Lu Chengda, Zhang Xian-Ming, Wu Min, Han Qing-Long, He Yong
IEEE Trans Cybern. 2018 Jun 8. doi: 10.1109/TCYB.2018.2836977.
This paper is concerned with energy-to-peak state estimation on static neural networks (SNNs) with interval time-varying delays. The objective is to design suitable delay-dependent state estimators such that the peak value of the estimation error state can be minimized for all disturbances with bounded energy. Note that the Lyapunov-Krasovskii functional (LKF) method plus proper integral inequalities provides a powerful tool in stability analysis and state estimation of delayed NNs. The main contribution of this paper lies in three points: 1) the relationship between two integral inequalities based on orthogonal and nonorthogonal polynomial sequences is disclosed. It is proven that the second-order Bessel-Legendre inequality (BLI), which is based on an orthogonal polynomial sequence, outperforms the second-order integral inequality recently established based on a nonorthogonal polynomial sequence; 2) the LKF method together with the second-order BLI is employed to derive some novel sufficient conditions such that the resulting estimation error system is globally asymptotically stable with desirable energy-to-peak performance, in which two types of time-varying delays are considered, allowing its derivative information is partly known or totally unknown; and 3) a linear-matrix-inequality-based approach is presented to design energy-to-peak state estimators for SNNs with two types of time-varying delays, whose efficiency is demonstrated via two widely studied numerical examples.

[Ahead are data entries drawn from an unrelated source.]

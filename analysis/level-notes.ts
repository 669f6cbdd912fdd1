import { lengthFromZero, nanometres } from './check-input';
import { reduceChain, splitIntoChains, type KnownMarks, type ReducedSeries } from './level-chains';
import { laserStates, liveSeries } from './level-series';
import type { LevelNotes, LevelReduction, Reading, ReducedShot } from './types';
import type { Nm } from './units';

/** Ids of the shots that decide: the last of each point, by `order` where all of its shots have one, else by series and place. */
function decidingShots(shots: readonly Reading[]): Set<string> {
  const byPoint = new Map<string, Reading[]>();
  for (const shot of shots) byPoint.set(shot.point, [...(byPoint.get(shot.point) ?? []), shot]);
  const deciding = new Set<string>();
  for (const same of byPoint.values()) {
    const ordered = same.every(({ order }) => order !== undefined);
    const last = same.reduce((best, shot) => (!ordered || (shot.order ?? 0) >= (best.order ?? 0) ? shot : best));
    deciding.add(last.id);
  }
  return deciding;
}

function reducedShots(
  { live, hi, correction, useAdjusted, chainDoubted }: ReducedSeries,
  deciding: ReadonlySet<string>,
): ReducedShot[] {
  const states = laserStates(live);
  return live.readings
    .filter(({ kind }) => kind === 'shot')
    .map(({ id, point, reading }) => {
      const elevation = hi === null ? null : hi - reading;
      const adjusted = elevation === null ? null : elevation + correction;
      return {
        id,
        series: live.id,
        point,
        elevation,
        adjusted,
        judged: useAdjusted ? adjusted : elevation,
        laser: chainDoubted ? 'doubted' : (states.get(id) ?? 'unchecked'),
        decides: deciding.has(id),
      };
    });
}

/**
 * Reduces level notes by height of instrument, the way a field book is.
 *
 * - Struck readings are absent: the result is that of the notes without them.
 * - HI = elevation of the mark + mean backsight; several backsights on it are one, to a whole nm, and `backsightSpread` is their range.
 *   Without a live backsight, or on a mark of unknown elevation, elevations are null and the notes stay.
 * - `checks`: on the backsight's own mark they test the laser (error = HI − reading − elevation, |error| = limit holds), on another known
 *   mark the marks. Checks on marks that nobody knows say nothing and are left out.
 * - A chain runs on while each series backsights the point that the one before foresighted. Its page check is ΣBS − ΣFS = last − first;
 *   without a closing foresight the last check stands for it, and without that the last HI.
 * - A chain with a turning point that closes on a benchmark has a misclosure m, and series i of n takes −i·m/n, side shots too, to a whole
 *   nm. Judged elevations are adjusted where it holds; where it fails they are raw and doubted from the second series on, and so is whatever
 *   starts from its turning points later.
 * - `turningPoints` are foresights on points that are no benchmark, or that the next series backsights.
 *
 * Source: height-of-instrument and page check as in NAVEDTRA 14071 and FM 5-233; equal adjustment by set-ups as in Ghilani & Wolf,
 * Elementary Surveying, 14th ed., problem 5.12.
 * @throws AnalysisError 'not-finite' | 'out-of-range' | 'negative' | 'unknown-reading-kind'
 */
export function reduceLevelNotes(notes: LevelNotes): LevelReduction {
  const benchmarks = new Map(
    Object.entries(notes.benchmarks).map(([point, elevation]) => [point, nanometres(`elevation of ${point}`, elevation)]),
  );
  const allowable =
    notes.allowableMisclosure === undefined ? undefined : lengthFromZero('allowableMisclosure', notes.allowableMisclosure);
  const known: KnownMarks = { benchmarks, turningPoints: new Map() };
  const live = notes.series.map(liveSeries);
  const reduced = splitIntoChains(live).map((chain) => reduceChain(chain, known, allowable));
  const series = reduced.flatMap((chain) => chain.series);
  const deciding = decidingShots(live.flatMap(({ readings }) => readings.filter(({ kind }) => kind === 'shot')));
  return {
    series: series.map(({ live: { id, backsightSpread }, hi, checks }) => ({ id, hi, backsightSpread, checks })),
    shots: series.flatMap((one) => reducedShots(one, deciding)),
    turningPoints: series.flatMap(({ turningPoints, correction }) =>
      turningPoints.map(({ point, elevation }) => ({ point, elevation, adjusted: elevation + correction })),
    ),
    chains: reduced.map(({ chain }) => chain),
  };
}

/** The reading that puts the foot of the rod on plan grade; negative when plan grade is above the beam. */
export function gradeRod(hi: Nm, planGrade: Nm): Nm {
  return nanometres('hi', hi) - nanometres('planGrade', planGrade);
}

/**
 * What the reading asks of the point: a reading above the grade rod is low, so raise. None only at exact equality; how much matters is for
 * `judge` to say.
 * @returns by: nm, never negative
 */
export function cutFill(reading: Nm, grade: Nm): { action: 'raise' | 'lower' | 'none'; by: Nm } {
  const low = nanometres('reading', reading) - nanometres('gradeRod', grade);
  if (low === 0) return { action: 'none', by: 0 };
  return low > 0 ? { action: 'raise', by: low } : { action: 'lower', by: -low };
}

本文关注具有区间时变延迟的静态神经网络(SNNs)的能量到峰值状态估计。目标是设计合适的依赖延迟的状态估计器,使得对于所有具有有界能量的干扰,估计误差状态的峰值能够最小化。注意,李雅普诺夫 - 克拉索夫斯基泛函(LKF)方法加上适当的积分不等式为延迟神经网络的稳定性分析和状态估计提供了一个强大的工具。本文的主要贡献在于三点:1)揭示了基于正交和非正交多项式序列的两个积分不等式之间的关系。证明了基于正交多项式序列的二阶贝塞尔 - 勒让德不等式(BLI)优于最近基于非正交多项式序列建立的二阶积分不等式;2)采用LKF方法与二阶BLI一起推导一些新颖的充分条件,使得所得的估计误差系统全局渐近稳定并具有理想的能量到峰值性能,其中考虑了两种时变延迟,允许其导数信息部分已知或完全未知;3)提出了一种基于线性矩阵不等式的方法来设计具有两种时变延迟的SNNs的能量到峰值状态估计器,通过两个广泛研究的数值例子证明了其有效性。